* Exercise
Would you return the lines between the one holding "Rust linear algebra." and the one holding "as LAPACK does).", inclusive, and only those, exactly as they stand in the listing below?

────────

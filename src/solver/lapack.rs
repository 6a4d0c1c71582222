//! The eight dense routines that the semidefinite cone of the solver is linked to, on pure Rust linear algebra.
//!
//! The solver calls Fortran BLAS and LAPACK by their C names. Providing just those names here keeps the build free of
//! system packages and of a Fortran compiler, and makes results repeatable bit by bit on one machine: every routine
//! runs on one thread and in a fixed order.
//!
//! Matrices are column-major with a leading dimension, `M_rc = m[r + c · ld]`. Only what the solver reaches is
//! implemented; anything else is refused through `info` (minus the number of the offending argument, as LAPACK does).
//! The three BLAS products have no `info`; arguments that cannot be right leave their output untouched.
//! No routine lets a panic cross the C boundary: a failure inside becomes `info > 0`, or NaN in the output of a product.
//!
//! # Safety
//!
//! Each function trusts its caller as its Fortran namesake does: every scalar pointer is valid, every matrix pointer
//! covers `ld · (columns − 1) + rows` numbers, and outputs do not overlap with inputs. Dimensions and leading
//! dimensions are checked against each other before any matrix is touched.
#![allow(unsafe_code, clippy::too_many_arguments)]

use std::ffi::{c_char, c_int};
use std::hint::black_box;
use std::panic::{AssertUnwindSafe, catch_unwind};

use faer::dyn_stack::{MemBuffer, MemStack};
use faer::linalg::cholesky::llt;
use faer::linalg::evd::{self, ComputeEigenvectors};
use faer::linalg::matmul::{matmul, triangular, triangular::BlockStructure};
use faer::linalg::svd::{self, ComputeSvdVectors};
use faer::{Accum, ColMut, Mat, MatMut, MatRef, Par};

/// `info` of a decomposition that did not converge.
const NO_CONVERGENCE: c_int = 1;

/// Refers to every routine, so that a linker that has not yet met their callers keeps them.
pub fn keep_linked() {
    black_box(dgemm_ as *const ());
    black_box(dsyrk_ as *const ());
    black_box(dsyr2k_ as *const ());
    black_box(dpotrf_ as *const ());
    black_box(dpotrs_ as *const ());
    black_box(dsyevr_ as *const ());
    black_box(dgesdd_ as *const ());
    black_box(dgesvd_ as *const ());
}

────────

* Answer box
//! The eight dense routines that the semidefinite cone of the solver is linked to, on pure Rust linear algebra.
//!
//! The solver calls Fortran BLAS and LAPACK by their C names. Providing just those names here keeps the build free of
//! system packages and of a Fortran compiler, and makes results repeatable bit by bit on one machine: every routine
//! runs on one thread and in a fixed order.
//!
//! Matrices are column-major with a leading dimension, `M_rc = m[r + c · ld]`. Only what the solver reaches is
//! implemented; anything else is refused through `info` (minus the number of the offending argument, as LAPACK does).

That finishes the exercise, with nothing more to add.